Schmit J C, Edson C M, Brody S
J Bacteriol. 1975 Jun;122(3):1062-70. doi: 10.1128/jb.122.3.1062-1070.1975.
The levels of glucosamine and galactosamine were determined in conidia, germinating conidia, and vegetative mycelia of Neurospora crassa. In the vegetative mycelia about 90% of the amino sugars were shown to be components of the cell wall. The remaining 10% of the amino sugars were tentatively identified as the nucleotide sugars uridine diphospho-2-acetamido-2-deoxy-D-glucose and uridine diphospho-2-acetamido-2-deoxy-D-galactose. Conidia and vegetative mycelia contained about the same levels of glucosamine. During the first 9 h after the initiation of germination, the total glucosamine content had increased 3.1-fold, whereas the residual dry weight of the culture had increased 7.7-fold. This led to a drop in the glucosamine concentration from 100 mumol/g of residual dry weight to 42 mumol/g. During this time, all of the conidia had germinated and the surface area of the new germ tubes had increased to 10 times that of the conidia. Either germ tubes were initially produced without glucosamine-containing polymers, or these polymers (probably chitin) were deposited only at low densities in the germ tube cell walls. The chitin precursor uridine diphospho-2-acetamido-2-deoxy-D-glucose was present at all times during conidial germination. Conida contained very low levels of galactosamine. During germination, galactosamine could not be detected until the culture had reached a cell density of about 0.6 mg of residual dry weight per ml of growth medium. This was observed regardless of the time required to reach this cell density or the fold increase in dry weight. The accumulation of galactosamine-containing polymers does not appear to be necessary for germ tube formation. The levels of soluble galactosamine (uridine diphospho-2-actamido-2-deoxy-D-galatose) were very low in conidia and increased during germination at the same time that galactosamine appeared in the cellular polymers. In addition, under certain culture conditions, the appearance of galactosamine and the increase in the glucosamine concentration occurred simultaneously.

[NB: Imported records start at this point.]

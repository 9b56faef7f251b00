package fieldwright.field;

import java.util.ArrayList;
import java.util.List;

import fieldwright.charge.Charge;
import fieldwright.charge.ChargedPolyline;
import fieldwright.charge.PointCharge;
import fieldwright.charge.PointCloud;
import fieldwright.charge.Source;
import fieldwright.charge.Sources;
import fieldwright.quantity.AuthorException;

/** A source taken apart: point charges and spread charges, each alone. */
final class Elements {
    private Elements() {
    }

    /** Parts without zero charges, in the order stated. */
    static List<Source> of(Source source) {
        List<Source> all = new ArrayList<>();
        add(source, all);
        return all;
    }

    private static void add(Source source, List<Source> all) {
        if (source instanceof Sources many) {
            many.parts().forEach(p -> add(p, all));
        } else if (!isZero(source)) {
            all.add(source);
        }
    }

    private static boolean isZero(Source part) {
        if (part instanceof PointCharge point) {
            return point.charge().si() == 0 && point.charge().error() == 0;
        }
        return part instanceof Charge charge && charge.density().variables().isEmpty() && charge.density().amount().si() == 0 && charge.density().amount().error() == 0;
    }

    /** 0 point, 1 line, 2 surface, 3 volume. */
    static int dimension(Source part) {
        return part instanceof Charge charge ? charge.region().dimension() : part instanceof ChargedPolyline ? 1 : 0;
    }

    static boolean isEndless(Source part) {
        if (!(part instanceof Charge)) {
            return false;
        }
        Compiled c = Compiled.of(part, ClosedForms.OFF);
        return c.hasEndlessKernel() || c.hasEndlessChart();
    }

    /** A place with its charge, and the relative error of that. */
    record Point(double[] at, double charge, double relative) { }

    /** The points of a point charge or a cloud. */
    static List<Point> points(Source part) {
        List<Point> all = new ArrayList<>();
        if (part instanceof PointCharge point) {
            double q = point.charge().si();
            all.add(new Point(Images.coordinates(point.at()), q, q == 0 ? 0 : point.charge().error() / Math.abs(q)));
        } else if (part instanceof PointCloud cloud) {
            double[][] c = cloud.columns();
            for (int i = 0; i < cloud.size(); i++) {
                all.add(new Point(new double[] {c[0][i], c[1][i], c[2][i]}, c[3][i], 0));
            }
        }
        return all;
    }

    static void refuseEndless(String question, Source part) {
        if (isEndless(part)) {
            throw new AuthorException(question + " of endless charge: the whole has no finite value. Give the region finite limits, "
                + "for one metre of it \"0\" to \"1 m\", and divide by the length.");
        }
    }
}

测定了粗糙脉孢菌分生孢子、萌发的分生孢子和营养菌丝体中氨基葡萄糖和半乳糖胺的含量。在营养菌丝体中,约90%的氨基糖被证明是细胞壁的成分。其余10%的氨基糖初步鉴定为核苷酸糖尿苷二磷酸-2-乙酰氨基-2-脱氧-D-葡萄糖和尿苷二磷酸-2-乙酰氨基-2-脱氧-D-半乳糖。分生孢子和营养菌丝体中氨基葡萄糖的含量大致相同。在萌发开始后的前9小时内,总氨基葡萄糖含量增加了3.1倍,而培养物的残余干重增加了7.7倍。这导致氨基葡萄糖浓度从每克残余干重100μmol降至42μmol。在此期间,所有分生孢子都已萌发,新萌发的芽管表面积增加到分生孢子的10倍。要么芽管最初产生时不含含氨基葡萄糖的聚合物,要么这些聚合物(可能是几丁质)仅以低密度沉积在芽管细胞壁中。几丁质前体尿苷二磷酸-2-乙酰氨基-2-脱氧-D-葡萄糖在分生孢子萌发的全过程中均有存在。分生孢子中半乳糖胺的含量非常低。在萌发过程中,直到培养物达到每毫升生长培养基约0.6毫克残余干重的细胞密度时才能检测到半乳糖胺。无论达到该细胞密度所需的时间或干重增加的倍数如何,均观察到这种情况。含半乳糖胺聚合物的积累似乎不是芽管形成所必需的。分生孢子中可溶性半乳糖胺(尿苷二磷酸-2-乙酰氨基-2-脱氧-D-半乳糖)的含量非常低,在萌发过程中随着半乳糖胺出现在细胞聚合物中而增加。此外,在某些培养条件下,半乳糖胺的出现和氨基葡萄糖浓度的增加同时发生。